A cheap and cheerful way of reproducing this shadowing is to get the users to keep a diary or blog, known as a cultural probe.  They are quick and easy to put together using open-ended questions which encourage users to say all the things they might not say during a testing session.

Empirical evaluation

Another relatively cheap and cheerful method is to get your user group to fill out a questionnaire or a survey in order to get their feedback.

The questionnaire needs to be designed very carefully, following these instructions, otherwise you can end up with a lot of information, but nothing tangible. The main advantage is that you get your users opinions and you can measure user satisfaction quite easily.

The disadvantage is it that is hard to capture certain types of information in a questionnaire such as the frequency of a system error, or the time taken to complete a task.


Computers can collect statistics of use, to tackle the sorts of questions like time taken and frequency of system errors.  Web stats are a great way of seeing this sort of information as well as which pages are the most attractive and most useful to users.  Eye-tracking software and click captures are also useful ways of collecting data.
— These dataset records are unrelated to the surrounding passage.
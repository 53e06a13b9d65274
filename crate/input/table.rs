//! A delimited text table, read with the `csv` crate, before any meaning is given to its columns.
//!
//! What is detected here and why:
//! * the delimiter (comma, semicolon or tab), because spreadsheets in many locales save semicolons;
//! * a decimal comma, only when the delimiter is a semicolon (the only case where `1,5` is unambiguous);
//! * a UTF-8 byte-order mark, which spreadsheet programs write and which would otherwise glue itself to the first
//!   column name;
//! * CRLF line ends and quoted header names with spaces, which the `csv` crate handles.
//!
//! Line numbers are the file's own (the header is line 1), so that a message points where a text editor or a
//! spreadsheet does.

use crate::error::{Error, Result};
use crate::recipe::limits::MAX_MAGNITUDE;
use std::cell::RefCell;
use std::collections::VecDeque;

/// The text of a table with its header, each record remembered with the file line it started on.
#[derive(Debug, Clone)]
pub struct Table {
    /// Name of the file as the user knows it; used in every message.
    pub source: String,
    pub headers: Vec<String>,
    pub rows: Vec<Vec<String>>,
    /// File line on which each row starts (header = line 1).
    pub lines: Vec<u64>,
    pub delimiter: u8,
    pub decimal_comma: bool,
}

/// What a cell holds once read as a number.
#[derive(Debug, Clone, Copy, PartialEq)]
pub enum Cell {
    Number(f64),
    Missing,
    NotNumber,
    /// A number beyond [`MAX_MAGNITUDE`]: counted as a number when columns are sorted into numeric and text, and
    /// refused wherever it would be used ([`crate::recipe::limits::beyond_magnitude`] says why).
    TooLarge(f64),
}

/// The header and delimiter of a file read row by row with [`stream`].
pub struct Header {
    pub headers: Vec<String>,
    pub delimiter: u8,
}

/// Where a file's bytes come from: all in memory (the CLI and the tests read the file first), or read piece by
/// piece (the page's core copies pieces out of its data worker's one read of a dropped file, so it never holds a
/// large table's bytes beside the matrix decoded from them). [`stream`] reads either the same way, so both give the
/// same rows and the same messages.
pub trait ByteSource {
    /// Read into `buf` from `offset`: how many bytes were read (possibly fewer than asked; 0 only at the end).
    fn read_at(&self, offset: u64, buf: &mut [u8]) -> std::io::Result<usize>;
}

impl ByteSource for [u8] {
    fn read_at(&self, offset: u64, buf: &mut [u8]) -> std::io::Result<usize> {
        let from = usize::try_from(offset)
            .unwrap_or(usize::MAX)
            .min(self.len());
        let n = buf.len().min(self.len() - from);
        buf[..n].copy_from_slice(&self[from..from + n]);
        Ok(n)
    }
}

impl ByteSource for Vec<u8> {
    fn read_at(&self, offset: u64, buf: &mut [u8]) -> std::io::Result<usize> {
        self.as_slice().read_at(offset, buf)
    }
}

impl<const N: usize> ByteSource for [u8; N] {
    fn read_at(&self, offset: u64, buf: &mut [u8]) -> std::io::Result<usize> {
        self.as_slice().read_at(offset, buf)
    }
}

/// Fill `buf` from `offset` as far as the file goes, however short the source's reads: how many bytes were read.
/// (Where a read starts matters: a byte-order mark is looked for in the first three bytes, and the `csv` reader
/// strips one only when its first buffer holds three.)
fn read_full(
    bytes: &(impl ByteSource + ?Sized),
    offset: u64,
    buf: &mut [u8],
) -> std::io::Result<usize> {
    let mut filled = 0;
    while filled < buf.len() {
        let n = bytes.read_at(offset + filled as u64, &mut buf[filled..])?;
        if n == 0 {
            break;
        }
        filled += n;
    }
    Ok(filled)
}

/// How much of a file is read at a time.
const PIECE: usize = 1 << 20;

/// The pieces of `bytes` from `offset` on, in order, with their offsets, until `each` says it has seen enough
/// (returns false) or the file ends.
pub fn pieces(
    source: &str,
    bytes: &(impl ByteSource + ?Sized),
    offset: u64,
    mut each: impl FnMut(u64, &[u8]) -> Result<bool>,
) -> Result<()> {
    let mut buf = vec![0u8; PIECE];
    let mut at = offset;
    loop {
        let n = read_full(bytes, at, &mut buf).map_err(|e| unreadable(source, e))?;
        if n == 0 {
            return Ok(());
        }
        if !each(at, &buf[..n])? {
            return Ok(());
        }
        at += n as u64;
    }
}

fn unreadable(source: &str, e: std::io::Error) -> Error {
    Error::Input(format!("{source}: the file could not be read ({e})"))
}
However, care needs to be taken not to introduce any bias in the interpretation of this data.

Informal evaluation

Informal evaluation methods can be useful, in the design stage for example, but are better suited in the context of performing research as they do not always yield usable results which can be used to guide design.

Focus groups: This is when you get a group of users together and they discuss subjects led by a moderator. Focus groups can be useful. However, they can lead to users telling you what they think they want, rather than what they need. As this 2002 paper asks: Are focus groups a wealth of information or a waste of resources?

Controlled experiments test a hypothesis like this great example: College students (population) type (task) faster (measurement) using iPad’s keyboard (feature) than using Kindle’s keyboard, by identifying independent and dependent variables that you can collect data on after testing in a simulation of real world situations such as in a college where iPads and Kindles are used.

No matter how great your website or software system is, it can always be improved by some method of evaluation. There are many methods involving users and experts to make your system as good as it can be throughout the whole lifecycle of your website or your software. Evaluation is the only way to identify and correct those design flaws.